** DATA TO PROCESS follows **

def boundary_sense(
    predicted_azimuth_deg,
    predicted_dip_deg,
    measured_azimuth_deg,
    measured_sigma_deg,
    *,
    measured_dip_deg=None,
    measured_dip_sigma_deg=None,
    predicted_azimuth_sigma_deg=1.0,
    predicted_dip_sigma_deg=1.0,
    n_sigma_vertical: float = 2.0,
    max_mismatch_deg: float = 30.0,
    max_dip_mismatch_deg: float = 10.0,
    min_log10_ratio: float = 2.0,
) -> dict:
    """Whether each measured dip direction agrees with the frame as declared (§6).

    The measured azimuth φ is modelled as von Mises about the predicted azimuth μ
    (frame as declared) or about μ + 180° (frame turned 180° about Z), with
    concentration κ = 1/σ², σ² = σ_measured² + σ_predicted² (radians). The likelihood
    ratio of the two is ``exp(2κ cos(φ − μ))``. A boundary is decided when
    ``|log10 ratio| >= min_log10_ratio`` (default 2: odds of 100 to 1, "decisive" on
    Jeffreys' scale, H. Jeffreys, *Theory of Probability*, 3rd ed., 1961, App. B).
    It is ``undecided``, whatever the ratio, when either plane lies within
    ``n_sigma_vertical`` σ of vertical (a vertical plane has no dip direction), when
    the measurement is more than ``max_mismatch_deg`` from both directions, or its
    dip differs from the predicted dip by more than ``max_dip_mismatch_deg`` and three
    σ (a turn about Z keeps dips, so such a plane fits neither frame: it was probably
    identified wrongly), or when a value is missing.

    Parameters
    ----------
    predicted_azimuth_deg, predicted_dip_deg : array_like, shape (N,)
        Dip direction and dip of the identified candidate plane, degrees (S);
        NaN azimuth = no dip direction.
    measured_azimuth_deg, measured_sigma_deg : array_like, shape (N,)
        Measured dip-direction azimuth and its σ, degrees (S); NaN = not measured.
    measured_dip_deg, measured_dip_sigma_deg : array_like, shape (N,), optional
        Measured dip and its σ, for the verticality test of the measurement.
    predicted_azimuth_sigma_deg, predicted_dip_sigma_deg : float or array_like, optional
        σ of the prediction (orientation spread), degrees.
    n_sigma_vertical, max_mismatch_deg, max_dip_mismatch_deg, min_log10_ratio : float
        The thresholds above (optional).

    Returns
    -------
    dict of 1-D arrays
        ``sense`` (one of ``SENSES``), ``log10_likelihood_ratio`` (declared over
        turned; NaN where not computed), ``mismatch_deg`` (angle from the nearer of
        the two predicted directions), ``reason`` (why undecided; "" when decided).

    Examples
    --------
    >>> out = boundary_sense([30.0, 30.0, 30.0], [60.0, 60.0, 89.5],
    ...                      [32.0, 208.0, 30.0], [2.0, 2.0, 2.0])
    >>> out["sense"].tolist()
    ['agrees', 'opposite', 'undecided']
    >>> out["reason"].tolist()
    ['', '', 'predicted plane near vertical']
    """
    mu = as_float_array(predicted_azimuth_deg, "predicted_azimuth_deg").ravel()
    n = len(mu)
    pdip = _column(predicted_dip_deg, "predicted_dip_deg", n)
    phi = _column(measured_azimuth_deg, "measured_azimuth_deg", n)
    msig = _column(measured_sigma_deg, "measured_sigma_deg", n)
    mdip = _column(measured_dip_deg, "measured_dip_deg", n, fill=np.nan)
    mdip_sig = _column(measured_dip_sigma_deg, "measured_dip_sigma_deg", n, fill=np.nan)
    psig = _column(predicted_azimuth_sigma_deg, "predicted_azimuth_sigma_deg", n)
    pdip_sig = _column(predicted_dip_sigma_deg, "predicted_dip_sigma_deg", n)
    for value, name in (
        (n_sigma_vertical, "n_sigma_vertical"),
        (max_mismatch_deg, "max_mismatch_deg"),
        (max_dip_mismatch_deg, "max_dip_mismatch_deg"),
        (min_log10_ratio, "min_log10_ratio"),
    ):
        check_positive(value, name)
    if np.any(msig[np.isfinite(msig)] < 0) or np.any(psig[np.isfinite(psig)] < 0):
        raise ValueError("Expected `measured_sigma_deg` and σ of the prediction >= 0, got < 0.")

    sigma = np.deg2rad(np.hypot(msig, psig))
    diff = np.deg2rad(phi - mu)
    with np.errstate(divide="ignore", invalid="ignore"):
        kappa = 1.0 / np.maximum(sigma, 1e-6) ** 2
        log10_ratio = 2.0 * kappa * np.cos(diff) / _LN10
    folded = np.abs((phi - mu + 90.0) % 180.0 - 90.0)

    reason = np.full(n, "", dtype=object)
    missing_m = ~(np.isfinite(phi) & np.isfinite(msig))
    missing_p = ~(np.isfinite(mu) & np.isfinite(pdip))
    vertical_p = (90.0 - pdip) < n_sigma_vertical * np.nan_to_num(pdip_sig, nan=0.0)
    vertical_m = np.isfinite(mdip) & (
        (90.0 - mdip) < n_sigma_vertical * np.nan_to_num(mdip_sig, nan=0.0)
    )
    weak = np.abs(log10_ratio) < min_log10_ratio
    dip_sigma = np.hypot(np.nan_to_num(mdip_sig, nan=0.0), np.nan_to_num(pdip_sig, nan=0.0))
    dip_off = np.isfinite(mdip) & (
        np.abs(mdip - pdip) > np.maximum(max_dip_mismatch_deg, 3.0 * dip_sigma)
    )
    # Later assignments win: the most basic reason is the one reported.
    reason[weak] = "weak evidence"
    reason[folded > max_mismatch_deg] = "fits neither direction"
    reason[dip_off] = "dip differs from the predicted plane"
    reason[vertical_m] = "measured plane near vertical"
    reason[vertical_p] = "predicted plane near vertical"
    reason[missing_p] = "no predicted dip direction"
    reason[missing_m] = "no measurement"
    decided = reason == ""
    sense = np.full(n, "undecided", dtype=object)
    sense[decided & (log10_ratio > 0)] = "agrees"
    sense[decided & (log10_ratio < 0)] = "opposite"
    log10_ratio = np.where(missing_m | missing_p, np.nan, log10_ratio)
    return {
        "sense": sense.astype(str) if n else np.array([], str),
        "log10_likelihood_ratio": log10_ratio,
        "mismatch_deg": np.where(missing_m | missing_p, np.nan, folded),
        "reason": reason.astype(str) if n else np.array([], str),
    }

** End of DATA TO PROCESS **

> [DIRECTIONS]: Look through the entries above, and wherever a line holds the string "msig", copy it.

> [TASK RESULT]:
    msig = _column(measured_sigma_deg, "measured_sigma_deg", n)
    if np.any(msig[np.isfinite(msig)] < 0) or np.any(psig[np.isfinite(psig)] < 0):
    sigma = np.deg2rad(np.hypot(msig, psig))
    missing_m = ~(np.isfinite(phi) & np.isfinite(msig))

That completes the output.